Bug 65739 - string terminator warning in CodePageString
Summary: string terminator warning in CodePageString
Status: NEW
Alias: None
Product: POI
Classification: Unclassified
Component: HPSF (show other bugs)
Version: 5.0.x-dev
Hardware: PC Linux
: P2 normal (vote)
Target Milestone: ---
Assignee: POI Developers List
Depends on:
Reported: 2021-12-10 17:56 UTC by Tim Allison
Modified: 2021-12-10 21:26 UTC (History)
0 users


Note You need to log in before you can comment on or make changes to this bug.
Description Tim Allison 2021-12-10 17:56:26 UTC
In trying to migrate Apache Tika to 5.1.0, I noticed that I'm getting "org.apache.poi.hpsf.CodePageString String terminator (\0) for CodePageString property value occurred before the end of string" on quite a few of our unit test files.

If I'm seeing it this often in our unit test files, is it really a problem that should be logged or is there something we can do in our code so that it is no longer a problem?

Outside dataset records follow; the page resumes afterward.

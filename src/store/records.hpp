#pragma once
// Plain records read from and written to the database.
#include <nlohmann/json.hpp>
#include <optional>
#include <string>
#include <vector>

#include "checks/procedure.hpp"
#include "checks/verdict.hpp"
#include "core/dates.hpp"
#include "core/units.hpp"

namespace plumb::store {

struct LabRecord {
  std::string name;
  std::string created_at;
};

struct WeightCalibration {
  std::int64_t id = 0;
  std::string certificate_no;
  ExactMass correction;
  ExactMass uncertainty;  ///< expanded, U
  Decimal k{2, 0};
  Date calibrated_on;
  Date due_on;
};

struct WeightRecord {
  std::string id;
  std::string nominal_text;
  ExactMass nominal;
  std::string weight_class;
  std::optional<Decimal> density_kg_m3;
  WeightCalibration current;  ///< the latest certificate

  [[nodiscard]] ExactMass conventional_mass() const { return nominal + current.correction; }
};

/// Who made an instrument and how the lab tells it apart from its siblings.
struct InstrumentIdentity {
  std::string maker, model, serial_no, asset_tag;
  [[nodiscard]] bool empty() const {
    return maker.empty() && model.empty() && serial_no.empty() && asset_tag.empty();
  }
  friend bool operator==(const InstrumentIdentity&, const InstrumentIdentity&) = default;
};

/// A balance with the attributes in force (today, or on the date it was read for).
struct BalanceRecord {
  std::string id;
  InstrumentIdentity identity;
  std::string location;
  Interval every;
  Date created_on;
  ExactMass capacity;
  ExactMass readability;
  std::optional<ExactMass> smallest_net;
  TolerancePolicy policy;
};

struct StoredReading {
  int seq = 0;
  std::string series;
  MassReading reading;
};

struct RunWeight {
  std::string weight_id;
  std::int64_t weight_calibration_id = 0;
};

/// Why and by whom a run entered in error was voided.
struct RunVoid {
  std::string reason, by_name, recorded_at;
};

struct RunRecord {
  std::int64_t id = 0;
  std::string instrument_id;
  checks::Procedure procedure = checks::Procedure::repeatability;
  Date performed_on;
  std::string operator_name;
  nlohmann::json results;
  /// Writing only: the results already as JSON text (a procedure that writes its results straight to text,
  /// see report::repeatability_results_text); when empty, results.dump() is stored.
  std::string results_text;
  Verdict verdict = Verdict::pass;
  std::optional<Date> next_due;
  std::optional<std::int64_t> supersedes;
  std::string reason;
  std::optional<std::int64_t> superseded_by;  ///< read only: the run that corrected this one
  std::optional<RunVoid> voided;              ///< read only: set when the run was voided
  /// A current run counts in due dates, trends and summaries: neither corrected away nor void.
  [[nodiscard]] bool current() const { return !superseded_by && !voided; }
  std::string recorded_at;
  std::string os_user;
  std::vector<RunWeight> weights;
  std::vector<StoredReading> readings;
};

struct CertificateRecord {
  std::int64_t id = 0;
  std::string number;
  std::int64_t run_id = 0;
  std::string kind;
  std::string issued_at;
  std::string issued_by;
  nlohmann::json content;
  std::string content_sha256;
  std::optional<std::int64_t> supersedes;  ///< the certificate this one replaces (after a correction)
};

}  // namespace plumb::store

One triggering file is this one: https://github.com/apache/tika/blob/main/tika-parsers/tika-parsers-standard/tika-parsers-standard-modules/tika-parser-microsoft-module/src/test/resources/test-documents/testEXCEL_embeddedPDF_mac.xls
Comment 1 PJ Fanning 2021-12-10 21:15:06 UTC
I added r1895794 - I'm no expert on the H*** part of the POI lib but if this issue doesn't stop us from successfully reading the files, maybe best to quieten the logs.
Comment 2 Tim Allison 2021-12-10 21:26:28 UTC
It feels like the problem is that the part that reads the keys shouldn't be including the \u0000.  I, also, am not that familiar with this part of the code.